■ Exercise aim: Scan the entries for the word "delimited" and return every line that has it.

■ Data supplied:
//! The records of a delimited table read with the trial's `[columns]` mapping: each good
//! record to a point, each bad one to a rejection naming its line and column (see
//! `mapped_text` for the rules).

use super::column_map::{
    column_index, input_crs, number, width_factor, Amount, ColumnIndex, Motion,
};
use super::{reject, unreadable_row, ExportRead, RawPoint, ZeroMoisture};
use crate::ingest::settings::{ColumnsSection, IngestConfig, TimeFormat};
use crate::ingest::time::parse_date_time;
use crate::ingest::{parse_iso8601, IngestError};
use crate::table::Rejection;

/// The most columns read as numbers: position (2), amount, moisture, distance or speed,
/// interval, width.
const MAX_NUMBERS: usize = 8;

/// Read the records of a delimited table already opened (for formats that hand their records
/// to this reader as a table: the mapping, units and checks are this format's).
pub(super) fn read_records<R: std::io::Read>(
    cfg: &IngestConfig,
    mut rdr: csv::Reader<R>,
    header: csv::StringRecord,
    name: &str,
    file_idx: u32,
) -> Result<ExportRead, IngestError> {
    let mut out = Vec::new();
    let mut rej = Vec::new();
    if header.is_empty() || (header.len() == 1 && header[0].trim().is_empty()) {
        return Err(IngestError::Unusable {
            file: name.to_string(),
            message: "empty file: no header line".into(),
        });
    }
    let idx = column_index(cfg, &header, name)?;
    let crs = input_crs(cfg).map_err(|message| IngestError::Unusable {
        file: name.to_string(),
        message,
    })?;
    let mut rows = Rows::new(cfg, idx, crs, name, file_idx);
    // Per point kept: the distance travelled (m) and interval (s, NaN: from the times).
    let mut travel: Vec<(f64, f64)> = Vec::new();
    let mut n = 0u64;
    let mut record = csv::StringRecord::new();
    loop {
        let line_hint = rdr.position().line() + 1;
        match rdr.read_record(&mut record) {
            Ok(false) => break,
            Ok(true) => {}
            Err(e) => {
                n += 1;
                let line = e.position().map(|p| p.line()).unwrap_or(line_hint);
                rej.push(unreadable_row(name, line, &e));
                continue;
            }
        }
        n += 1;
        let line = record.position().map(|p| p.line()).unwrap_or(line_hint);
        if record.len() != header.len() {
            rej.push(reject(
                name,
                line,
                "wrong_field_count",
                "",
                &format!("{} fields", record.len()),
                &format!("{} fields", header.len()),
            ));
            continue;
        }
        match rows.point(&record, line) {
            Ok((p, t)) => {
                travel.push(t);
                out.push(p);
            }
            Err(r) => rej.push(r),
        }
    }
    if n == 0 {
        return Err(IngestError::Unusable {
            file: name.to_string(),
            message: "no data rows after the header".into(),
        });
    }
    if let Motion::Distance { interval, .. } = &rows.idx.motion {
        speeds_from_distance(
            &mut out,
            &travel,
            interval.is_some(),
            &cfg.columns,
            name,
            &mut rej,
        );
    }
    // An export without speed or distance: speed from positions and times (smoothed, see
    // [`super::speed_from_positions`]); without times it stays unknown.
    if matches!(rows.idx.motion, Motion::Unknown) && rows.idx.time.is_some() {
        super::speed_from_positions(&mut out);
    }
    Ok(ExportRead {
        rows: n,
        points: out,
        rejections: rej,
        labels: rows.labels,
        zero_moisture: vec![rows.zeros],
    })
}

==

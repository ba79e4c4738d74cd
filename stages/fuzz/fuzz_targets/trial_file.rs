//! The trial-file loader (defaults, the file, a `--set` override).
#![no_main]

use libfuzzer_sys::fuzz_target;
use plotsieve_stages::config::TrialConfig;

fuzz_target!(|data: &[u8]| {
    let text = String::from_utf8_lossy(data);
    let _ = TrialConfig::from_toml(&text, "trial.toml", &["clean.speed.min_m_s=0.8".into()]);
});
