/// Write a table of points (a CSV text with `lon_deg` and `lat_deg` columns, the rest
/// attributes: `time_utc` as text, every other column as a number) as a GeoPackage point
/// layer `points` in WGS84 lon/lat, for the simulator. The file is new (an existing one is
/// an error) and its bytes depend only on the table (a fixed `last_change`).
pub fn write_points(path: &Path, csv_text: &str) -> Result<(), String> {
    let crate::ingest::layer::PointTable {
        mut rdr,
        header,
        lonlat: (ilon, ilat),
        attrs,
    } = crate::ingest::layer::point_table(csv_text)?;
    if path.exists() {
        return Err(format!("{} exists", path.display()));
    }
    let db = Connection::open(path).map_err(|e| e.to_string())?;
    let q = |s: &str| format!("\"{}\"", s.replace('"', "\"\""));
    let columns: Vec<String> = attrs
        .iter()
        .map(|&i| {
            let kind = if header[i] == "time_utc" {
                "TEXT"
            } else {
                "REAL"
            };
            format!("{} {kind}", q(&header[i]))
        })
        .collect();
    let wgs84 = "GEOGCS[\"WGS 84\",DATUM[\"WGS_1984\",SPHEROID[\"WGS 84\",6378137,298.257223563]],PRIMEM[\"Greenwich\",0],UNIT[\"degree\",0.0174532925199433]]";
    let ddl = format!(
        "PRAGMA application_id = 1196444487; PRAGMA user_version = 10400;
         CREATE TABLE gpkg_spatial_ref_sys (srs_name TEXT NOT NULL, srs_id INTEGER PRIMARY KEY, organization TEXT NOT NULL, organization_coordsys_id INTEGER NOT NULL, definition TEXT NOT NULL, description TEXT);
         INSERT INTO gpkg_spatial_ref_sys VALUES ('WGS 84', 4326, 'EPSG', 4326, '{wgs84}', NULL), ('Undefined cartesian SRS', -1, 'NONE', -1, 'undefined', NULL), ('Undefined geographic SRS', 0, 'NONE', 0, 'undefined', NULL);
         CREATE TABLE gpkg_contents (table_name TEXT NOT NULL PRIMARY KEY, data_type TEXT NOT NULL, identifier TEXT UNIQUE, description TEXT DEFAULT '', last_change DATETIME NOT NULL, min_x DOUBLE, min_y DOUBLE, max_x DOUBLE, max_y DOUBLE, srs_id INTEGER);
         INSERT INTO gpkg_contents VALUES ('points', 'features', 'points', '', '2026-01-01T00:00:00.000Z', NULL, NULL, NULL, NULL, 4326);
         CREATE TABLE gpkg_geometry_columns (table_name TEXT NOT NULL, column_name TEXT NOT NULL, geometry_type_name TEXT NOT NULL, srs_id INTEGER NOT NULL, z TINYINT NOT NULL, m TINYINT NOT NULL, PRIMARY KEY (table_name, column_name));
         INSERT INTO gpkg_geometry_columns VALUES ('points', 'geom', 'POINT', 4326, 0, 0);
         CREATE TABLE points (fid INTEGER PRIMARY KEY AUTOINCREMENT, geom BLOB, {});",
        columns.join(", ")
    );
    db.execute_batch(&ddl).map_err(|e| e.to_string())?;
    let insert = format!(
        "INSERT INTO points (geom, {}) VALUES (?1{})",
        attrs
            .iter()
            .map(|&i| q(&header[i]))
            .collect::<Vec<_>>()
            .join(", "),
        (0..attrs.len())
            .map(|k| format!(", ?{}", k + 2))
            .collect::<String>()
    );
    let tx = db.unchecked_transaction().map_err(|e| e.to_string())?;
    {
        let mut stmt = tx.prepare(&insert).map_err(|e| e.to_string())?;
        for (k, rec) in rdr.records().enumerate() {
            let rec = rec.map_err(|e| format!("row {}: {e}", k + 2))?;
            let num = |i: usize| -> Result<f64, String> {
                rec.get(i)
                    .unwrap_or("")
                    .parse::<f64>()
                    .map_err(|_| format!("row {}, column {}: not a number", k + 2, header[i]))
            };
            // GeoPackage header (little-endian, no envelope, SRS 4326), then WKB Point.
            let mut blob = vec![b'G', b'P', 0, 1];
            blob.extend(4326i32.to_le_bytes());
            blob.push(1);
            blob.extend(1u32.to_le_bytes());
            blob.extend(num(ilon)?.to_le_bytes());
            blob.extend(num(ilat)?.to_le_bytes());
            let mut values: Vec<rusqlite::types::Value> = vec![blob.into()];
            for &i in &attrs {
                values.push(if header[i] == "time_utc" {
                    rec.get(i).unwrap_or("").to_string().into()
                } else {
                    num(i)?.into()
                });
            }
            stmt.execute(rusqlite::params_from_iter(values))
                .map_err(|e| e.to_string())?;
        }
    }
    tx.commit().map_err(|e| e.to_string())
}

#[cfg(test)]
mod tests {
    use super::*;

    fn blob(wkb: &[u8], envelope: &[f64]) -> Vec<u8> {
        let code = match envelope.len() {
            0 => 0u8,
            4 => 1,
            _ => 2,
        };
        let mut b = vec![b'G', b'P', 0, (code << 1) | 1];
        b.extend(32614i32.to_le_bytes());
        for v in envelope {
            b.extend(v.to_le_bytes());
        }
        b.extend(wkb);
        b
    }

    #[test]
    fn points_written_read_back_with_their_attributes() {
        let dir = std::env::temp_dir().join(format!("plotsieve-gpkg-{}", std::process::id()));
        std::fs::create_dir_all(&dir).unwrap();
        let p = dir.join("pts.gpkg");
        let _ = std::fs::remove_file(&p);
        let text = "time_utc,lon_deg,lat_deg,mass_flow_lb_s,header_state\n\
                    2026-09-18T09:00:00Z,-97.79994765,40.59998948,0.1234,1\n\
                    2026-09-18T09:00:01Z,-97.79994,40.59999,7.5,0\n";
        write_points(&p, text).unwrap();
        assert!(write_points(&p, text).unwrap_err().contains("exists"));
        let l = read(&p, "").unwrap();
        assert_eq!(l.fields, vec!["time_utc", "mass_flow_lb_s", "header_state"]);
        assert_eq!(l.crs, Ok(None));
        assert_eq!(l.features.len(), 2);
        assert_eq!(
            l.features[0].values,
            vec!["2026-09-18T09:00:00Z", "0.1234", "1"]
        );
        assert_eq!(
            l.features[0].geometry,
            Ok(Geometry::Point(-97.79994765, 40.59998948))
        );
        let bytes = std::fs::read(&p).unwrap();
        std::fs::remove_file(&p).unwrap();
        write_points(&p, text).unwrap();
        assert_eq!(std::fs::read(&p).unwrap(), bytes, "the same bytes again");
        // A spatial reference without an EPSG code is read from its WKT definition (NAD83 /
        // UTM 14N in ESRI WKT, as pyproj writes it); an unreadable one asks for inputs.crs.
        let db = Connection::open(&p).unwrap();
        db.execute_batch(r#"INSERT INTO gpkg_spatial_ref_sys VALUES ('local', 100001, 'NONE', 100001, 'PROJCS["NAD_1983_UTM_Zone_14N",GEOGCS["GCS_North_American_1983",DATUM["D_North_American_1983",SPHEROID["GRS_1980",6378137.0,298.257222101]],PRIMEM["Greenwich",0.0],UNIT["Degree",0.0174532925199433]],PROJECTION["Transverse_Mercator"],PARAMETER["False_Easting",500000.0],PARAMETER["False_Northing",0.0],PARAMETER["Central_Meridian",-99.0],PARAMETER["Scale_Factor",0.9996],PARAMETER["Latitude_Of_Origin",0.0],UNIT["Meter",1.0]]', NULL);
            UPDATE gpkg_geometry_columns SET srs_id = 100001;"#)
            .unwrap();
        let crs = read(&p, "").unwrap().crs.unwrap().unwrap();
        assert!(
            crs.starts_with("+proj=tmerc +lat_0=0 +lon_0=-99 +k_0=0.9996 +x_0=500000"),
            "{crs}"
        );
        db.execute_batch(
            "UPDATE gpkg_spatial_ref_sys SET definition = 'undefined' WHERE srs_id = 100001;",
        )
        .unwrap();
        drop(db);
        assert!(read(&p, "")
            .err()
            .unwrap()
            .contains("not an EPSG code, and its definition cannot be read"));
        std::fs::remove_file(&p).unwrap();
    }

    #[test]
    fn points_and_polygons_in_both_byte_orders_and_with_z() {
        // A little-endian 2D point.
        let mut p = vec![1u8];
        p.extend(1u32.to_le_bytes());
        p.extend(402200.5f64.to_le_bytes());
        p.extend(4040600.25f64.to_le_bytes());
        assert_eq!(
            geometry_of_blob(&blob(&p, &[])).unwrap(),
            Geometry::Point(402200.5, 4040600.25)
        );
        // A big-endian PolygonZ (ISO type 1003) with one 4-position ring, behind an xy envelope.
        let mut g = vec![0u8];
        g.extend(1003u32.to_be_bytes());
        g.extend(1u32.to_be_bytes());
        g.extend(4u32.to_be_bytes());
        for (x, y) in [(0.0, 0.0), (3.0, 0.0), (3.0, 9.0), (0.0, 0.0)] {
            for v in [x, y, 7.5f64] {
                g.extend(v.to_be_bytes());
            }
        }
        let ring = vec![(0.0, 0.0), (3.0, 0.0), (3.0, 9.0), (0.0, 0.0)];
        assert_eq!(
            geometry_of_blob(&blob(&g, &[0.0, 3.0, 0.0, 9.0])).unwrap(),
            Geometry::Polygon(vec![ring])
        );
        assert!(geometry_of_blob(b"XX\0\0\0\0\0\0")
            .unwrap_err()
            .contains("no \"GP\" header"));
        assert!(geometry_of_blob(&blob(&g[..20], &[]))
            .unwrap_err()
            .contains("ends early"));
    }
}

■ Expected answer:
//! The records of a delimited table read with the trial's `[columns]` mapping: each good
/// Read the records of a delimited table already opened (for formats that hand their records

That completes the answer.